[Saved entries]
= = = = =

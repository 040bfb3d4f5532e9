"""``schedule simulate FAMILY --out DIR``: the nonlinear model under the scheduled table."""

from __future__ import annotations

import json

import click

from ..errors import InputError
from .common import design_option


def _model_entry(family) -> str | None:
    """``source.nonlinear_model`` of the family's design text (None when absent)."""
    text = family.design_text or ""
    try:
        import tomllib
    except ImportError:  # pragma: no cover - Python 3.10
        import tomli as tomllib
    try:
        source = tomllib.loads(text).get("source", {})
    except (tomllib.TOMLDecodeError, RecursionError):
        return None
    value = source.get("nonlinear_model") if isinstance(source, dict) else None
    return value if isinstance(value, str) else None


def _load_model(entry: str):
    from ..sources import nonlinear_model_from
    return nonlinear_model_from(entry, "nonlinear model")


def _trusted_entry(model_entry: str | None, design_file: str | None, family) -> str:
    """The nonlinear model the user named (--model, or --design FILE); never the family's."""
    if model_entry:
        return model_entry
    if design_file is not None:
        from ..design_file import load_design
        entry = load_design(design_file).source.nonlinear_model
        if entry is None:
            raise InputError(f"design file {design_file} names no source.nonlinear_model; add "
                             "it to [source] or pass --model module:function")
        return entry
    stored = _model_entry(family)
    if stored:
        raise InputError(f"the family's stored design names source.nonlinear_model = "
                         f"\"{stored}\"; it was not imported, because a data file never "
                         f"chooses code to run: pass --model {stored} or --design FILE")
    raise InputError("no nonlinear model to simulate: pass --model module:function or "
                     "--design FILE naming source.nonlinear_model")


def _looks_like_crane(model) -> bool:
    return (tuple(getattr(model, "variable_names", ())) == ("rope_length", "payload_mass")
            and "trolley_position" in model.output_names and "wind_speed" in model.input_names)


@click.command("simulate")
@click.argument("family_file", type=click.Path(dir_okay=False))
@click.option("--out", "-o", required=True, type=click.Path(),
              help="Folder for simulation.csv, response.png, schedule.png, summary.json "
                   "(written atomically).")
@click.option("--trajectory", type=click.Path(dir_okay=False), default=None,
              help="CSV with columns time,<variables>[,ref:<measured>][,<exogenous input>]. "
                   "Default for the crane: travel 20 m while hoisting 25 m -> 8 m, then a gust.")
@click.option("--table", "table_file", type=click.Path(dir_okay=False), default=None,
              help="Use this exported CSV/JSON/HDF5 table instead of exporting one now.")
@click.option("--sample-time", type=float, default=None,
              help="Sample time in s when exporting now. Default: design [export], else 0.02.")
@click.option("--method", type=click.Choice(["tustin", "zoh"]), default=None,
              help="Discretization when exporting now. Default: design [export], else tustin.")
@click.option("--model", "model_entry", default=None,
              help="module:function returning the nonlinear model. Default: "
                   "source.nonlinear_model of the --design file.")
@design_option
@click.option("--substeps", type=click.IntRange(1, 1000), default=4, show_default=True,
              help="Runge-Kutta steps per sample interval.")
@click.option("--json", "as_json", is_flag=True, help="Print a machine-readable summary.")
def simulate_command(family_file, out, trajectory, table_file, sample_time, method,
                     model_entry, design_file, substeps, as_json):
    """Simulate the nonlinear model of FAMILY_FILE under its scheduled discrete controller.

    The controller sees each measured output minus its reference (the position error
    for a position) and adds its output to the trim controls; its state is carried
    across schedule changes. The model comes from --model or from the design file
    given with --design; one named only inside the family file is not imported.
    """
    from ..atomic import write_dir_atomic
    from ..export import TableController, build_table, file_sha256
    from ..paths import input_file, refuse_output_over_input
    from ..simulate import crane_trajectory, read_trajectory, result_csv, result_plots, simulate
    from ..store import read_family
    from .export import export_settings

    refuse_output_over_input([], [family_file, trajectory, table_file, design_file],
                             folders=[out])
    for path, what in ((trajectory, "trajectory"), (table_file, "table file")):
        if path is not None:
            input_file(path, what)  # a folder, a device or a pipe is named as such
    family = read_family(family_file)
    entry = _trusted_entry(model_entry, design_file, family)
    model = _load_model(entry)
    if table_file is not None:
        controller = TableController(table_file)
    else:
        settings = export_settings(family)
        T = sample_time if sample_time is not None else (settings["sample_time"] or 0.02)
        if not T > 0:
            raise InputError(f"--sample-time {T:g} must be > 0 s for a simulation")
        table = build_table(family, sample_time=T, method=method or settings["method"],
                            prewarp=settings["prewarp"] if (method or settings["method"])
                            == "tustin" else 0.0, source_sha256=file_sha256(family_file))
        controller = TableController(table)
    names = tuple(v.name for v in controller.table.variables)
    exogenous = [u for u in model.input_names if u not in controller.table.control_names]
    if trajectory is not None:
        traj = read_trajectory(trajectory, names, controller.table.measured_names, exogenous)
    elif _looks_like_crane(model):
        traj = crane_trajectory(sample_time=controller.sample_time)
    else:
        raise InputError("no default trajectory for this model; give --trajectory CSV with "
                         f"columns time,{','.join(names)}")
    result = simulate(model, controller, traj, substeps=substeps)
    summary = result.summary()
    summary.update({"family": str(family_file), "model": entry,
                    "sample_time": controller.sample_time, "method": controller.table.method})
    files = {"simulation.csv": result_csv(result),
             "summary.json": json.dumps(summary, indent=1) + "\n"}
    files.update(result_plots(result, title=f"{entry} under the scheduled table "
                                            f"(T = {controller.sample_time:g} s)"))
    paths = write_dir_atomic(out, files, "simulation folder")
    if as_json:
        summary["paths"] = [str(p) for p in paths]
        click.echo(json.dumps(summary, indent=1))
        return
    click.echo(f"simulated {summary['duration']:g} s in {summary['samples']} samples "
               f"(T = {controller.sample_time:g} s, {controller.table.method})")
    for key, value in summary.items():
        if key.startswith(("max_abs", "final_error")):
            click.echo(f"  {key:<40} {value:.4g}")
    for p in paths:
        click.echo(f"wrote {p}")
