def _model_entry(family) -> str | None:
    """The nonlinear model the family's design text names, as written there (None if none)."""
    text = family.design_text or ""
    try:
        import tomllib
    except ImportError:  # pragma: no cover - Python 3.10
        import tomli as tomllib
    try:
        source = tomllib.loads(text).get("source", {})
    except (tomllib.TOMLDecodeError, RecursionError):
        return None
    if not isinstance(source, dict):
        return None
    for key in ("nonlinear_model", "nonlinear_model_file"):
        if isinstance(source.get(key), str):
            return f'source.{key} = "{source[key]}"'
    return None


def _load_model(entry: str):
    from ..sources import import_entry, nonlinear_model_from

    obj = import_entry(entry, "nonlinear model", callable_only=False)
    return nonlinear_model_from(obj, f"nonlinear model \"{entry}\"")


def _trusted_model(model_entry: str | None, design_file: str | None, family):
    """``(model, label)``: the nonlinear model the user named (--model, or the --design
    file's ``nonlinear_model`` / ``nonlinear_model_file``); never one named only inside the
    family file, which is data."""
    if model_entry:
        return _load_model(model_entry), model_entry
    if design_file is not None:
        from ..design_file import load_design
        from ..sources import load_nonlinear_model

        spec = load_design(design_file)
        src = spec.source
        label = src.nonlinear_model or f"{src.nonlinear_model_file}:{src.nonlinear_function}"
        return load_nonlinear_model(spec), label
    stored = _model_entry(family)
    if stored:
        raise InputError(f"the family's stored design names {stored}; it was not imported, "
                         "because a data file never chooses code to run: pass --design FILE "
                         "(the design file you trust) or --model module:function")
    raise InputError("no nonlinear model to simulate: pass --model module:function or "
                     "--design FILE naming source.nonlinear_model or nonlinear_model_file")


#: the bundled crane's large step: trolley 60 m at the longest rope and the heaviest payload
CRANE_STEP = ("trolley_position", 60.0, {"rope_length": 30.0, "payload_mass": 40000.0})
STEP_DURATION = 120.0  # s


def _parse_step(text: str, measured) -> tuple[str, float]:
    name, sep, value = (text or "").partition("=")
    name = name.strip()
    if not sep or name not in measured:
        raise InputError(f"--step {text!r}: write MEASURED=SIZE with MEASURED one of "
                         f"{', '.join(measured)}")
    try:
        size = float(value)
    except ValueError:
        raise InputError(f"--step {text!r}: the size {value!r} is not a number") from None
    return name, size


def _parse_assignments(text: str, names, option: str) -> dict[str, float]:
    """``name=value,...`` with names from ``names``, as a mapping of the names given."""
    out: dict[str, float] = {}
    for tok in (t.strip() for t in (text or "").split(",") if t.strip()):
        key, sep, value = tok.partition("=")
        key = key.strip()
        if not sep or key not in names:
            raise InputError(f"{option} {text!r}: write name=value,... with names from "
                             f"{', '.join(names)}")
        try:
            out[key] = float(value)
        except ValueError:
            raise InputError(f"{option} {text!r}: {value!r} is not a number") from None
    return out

= = = = =

WHAT YOU ARE ASKED TO DO:
Please reproduce, exactly as they appear above, the lines from the line containing "from __future__ import annotations" up to and including the line containing "of the family's".

PROBLEM SOLUTION:
from __future__ import annotations

import json

import click

from ..errors import InputError
from .common import design_option


def _model_entry(family) -> str | None:
    """``source.nonlinear_model`` of the family's design text (None when absent)."""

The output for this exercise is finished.